Where the word "zero" occurs in a line of the listing below, copy that line.

(Data supplied Opens)

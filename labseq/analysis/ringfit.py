"""Fit one exponentially decaying sinusoid plus an offset to a window of samples.

The model is ``v(t) = c + exp(-σ·τ)·(a·cos(ωd·τ) + b·sin(ωd·τ))`` with ``τ = t - t_start``. Its
start comes from the matrix pencil method, which finds the poles of a sum of damped exponentials
directly from the samples; a variable-projection Levenberg–Marquardt refinement then iterates on the
two nonlinear parameters (σ, ωd) only, with (a, b, c) solved by linear least squares at each step.
Counting peaks or zero crossings is avoided: both are biased by noise, quantisation and the offset.

A record with many switching edges needs one fit per edge, and a general-purpose solver's fixed
cost per call would dominate; :func:`fit_rings` therefore fits many windows at once, with the matrix
pencil and every refinement step vectorised across the windows (shorter windows are padded with
zero-weight samples). :func:`fit_ring` is the single-window form.
"""

from __future__ import annotations

import math
from dataclasses import dataclass

import numpy as np

#: Poles kept by the matrix pencil: the ring pair, the offset and room for a slower trend and noise.
PENCIL_MODEL_ORDER = 6
#: The pencil works on at most this many samples (a start value does not need more). 72 samples
#: give a 25 × 25 Gram matrix: LAPACK's symmetric eigensolver then takes its QR-iteration path,
#: whereas larger sizes use divide and conquer with multithreaded matrix products, which stall
#: for milliseconds when other processes keep the cores busy.
PENCIL_MAX_SAMPLES = 72
#: Smallest ring amplitude, relative to the window's peak-to-peak spread, that counts as a ring.
MIN_RELATIVE_AMPLITUDE = 0.02
#: Fewest samples a window may hold for a five-parameter fit.
MIN_FIT_SAMPLES = 12
#: Refinement stops when a step changes σ and ωd by less than this (relative), or after
#: ``REFINE_MAX_STEPS`` trial steps; from a matrix-pencil start it usually needs four to six.
REFINE_STEP_TOLERANCE = 1e-9
REFINE_MAX_STEPS = 60
#: Smallest normalised Gram determinant det(G)/Π diag(G) of the (e·cos, e·sin, 1) basis: below it
#: the basis is degenerate (e.g. less than a fraction of a period in the window) and a step there
#: is rejected.
MIN_BASIS_INDEPENDENCE = 1e-10
#: Levenberg–Marquardt damping: start, and the factors applied after a good and a rejected step.
LM_INITIAL_DAMPING = 1e-3
LM_DECREASE, LM_INCREASE, LM_MAX_DAMPING = 1 / 3, 4.0, 1e12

(Data supplied Closes)

■ Answer area
Counting peaks or zero crossings is avoided: both are biased by noise, quantisation and the offset.
zero-weight samples). :func:`fit_ring` is the single-window form.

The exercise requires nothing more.